In the material below, some lines carry "Floats". Copy each such line.
═══ Data
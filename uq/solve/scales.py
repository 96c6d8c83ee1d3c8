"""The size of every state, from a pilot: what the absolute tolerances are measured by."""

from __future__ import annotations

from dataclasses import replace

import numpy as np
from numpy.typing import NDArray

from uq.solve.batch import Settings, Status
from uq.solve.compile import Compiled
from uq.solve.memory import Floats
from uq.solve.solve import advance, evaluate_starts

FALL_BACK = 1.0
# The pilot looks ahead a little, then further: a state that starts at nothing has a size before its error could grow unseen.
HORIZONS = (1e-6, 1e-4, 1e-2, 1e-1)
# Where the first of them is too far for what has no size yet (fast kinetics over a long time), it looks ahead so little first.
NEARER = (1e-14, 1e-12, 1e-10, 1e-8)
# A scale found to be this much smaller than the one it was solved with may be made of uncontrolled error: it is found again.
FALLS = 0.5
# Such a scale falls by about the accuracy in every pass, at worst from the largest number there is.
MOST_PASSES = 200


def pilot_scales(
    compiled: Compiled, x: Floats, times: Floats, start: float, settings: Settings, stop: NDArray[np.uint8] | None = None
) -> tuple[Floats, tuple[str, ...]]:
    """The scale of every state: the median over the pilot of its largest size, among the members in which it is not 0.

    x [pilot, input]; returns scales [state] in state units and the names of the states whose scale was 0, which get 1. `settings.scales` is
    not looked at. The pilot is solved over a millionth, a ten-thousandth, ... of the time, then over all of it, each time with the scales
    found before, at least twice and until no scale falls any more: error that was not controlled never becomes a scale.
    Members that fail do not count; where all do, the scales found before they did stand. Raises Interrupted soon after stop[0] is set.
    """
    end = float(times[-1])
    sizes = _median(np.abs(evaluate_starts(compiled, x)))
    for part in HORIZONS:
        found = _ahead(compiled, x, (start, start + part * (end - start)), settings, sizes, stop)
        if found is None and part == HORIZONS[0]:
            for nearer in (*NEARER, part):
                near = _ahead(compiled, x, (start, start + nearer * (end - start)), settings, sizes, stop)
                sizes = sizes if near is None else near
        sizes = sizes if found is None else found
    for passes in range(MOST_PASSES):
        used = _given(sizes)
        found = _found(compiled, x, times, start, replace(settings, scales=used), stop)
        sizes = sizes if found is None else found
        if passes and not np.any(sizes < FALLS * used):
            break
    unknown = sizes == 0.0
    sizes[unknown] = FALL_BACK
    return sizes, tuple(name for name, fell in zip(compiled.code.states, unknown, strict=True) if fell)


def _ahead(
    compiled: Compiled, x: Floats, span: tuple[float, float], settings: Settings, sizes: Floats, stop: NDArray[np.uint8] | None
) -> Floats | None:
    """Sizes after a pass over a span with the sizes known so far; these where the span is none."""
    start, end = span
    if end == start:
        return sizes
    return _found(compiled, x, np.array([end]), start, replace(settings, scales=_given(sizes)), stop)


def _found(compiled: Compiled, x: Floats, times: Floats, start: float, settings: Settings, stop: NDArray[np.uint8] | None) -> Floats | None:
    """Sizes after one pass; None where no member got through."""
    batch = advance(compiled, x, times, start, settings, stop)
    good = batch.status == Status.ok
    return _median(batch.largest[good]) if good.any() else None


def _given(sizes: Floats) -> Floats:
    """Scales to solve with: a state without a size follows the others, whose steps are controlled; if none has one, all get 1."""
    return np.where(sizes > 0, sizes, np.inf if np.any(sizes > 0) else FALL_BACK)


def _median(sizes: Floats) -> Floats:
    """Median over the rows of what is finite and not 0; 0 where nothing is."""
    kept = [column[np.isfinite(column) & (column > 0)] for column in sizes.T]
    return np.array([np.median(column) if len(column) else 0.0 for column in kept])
══════
- _Answer to the problem_:
from uq.solve.memory import Floats
    compiled: Compiled, x: Floats, times: Floats, start: float, settings: Settings, stop: NDArray[np.uint8] | None = None
) -> tuple[Floats, tuple[str, ...]]:
    compiled: Compiled, x: Floats, span: tuple[float, float], settings: Settings, sizes: Floats, stop: NDArray[np.uint8] | None
) -> Floats | None:
def _found(compiled: Compiled, x: Floats, times: Floats, start: float, settings: Settings, stop: NDArray[np.uint8] | None) -> Floats | None:
def _given(sizes: Floats) -> Floats:
def _median(sizes: Floats) -> Floats:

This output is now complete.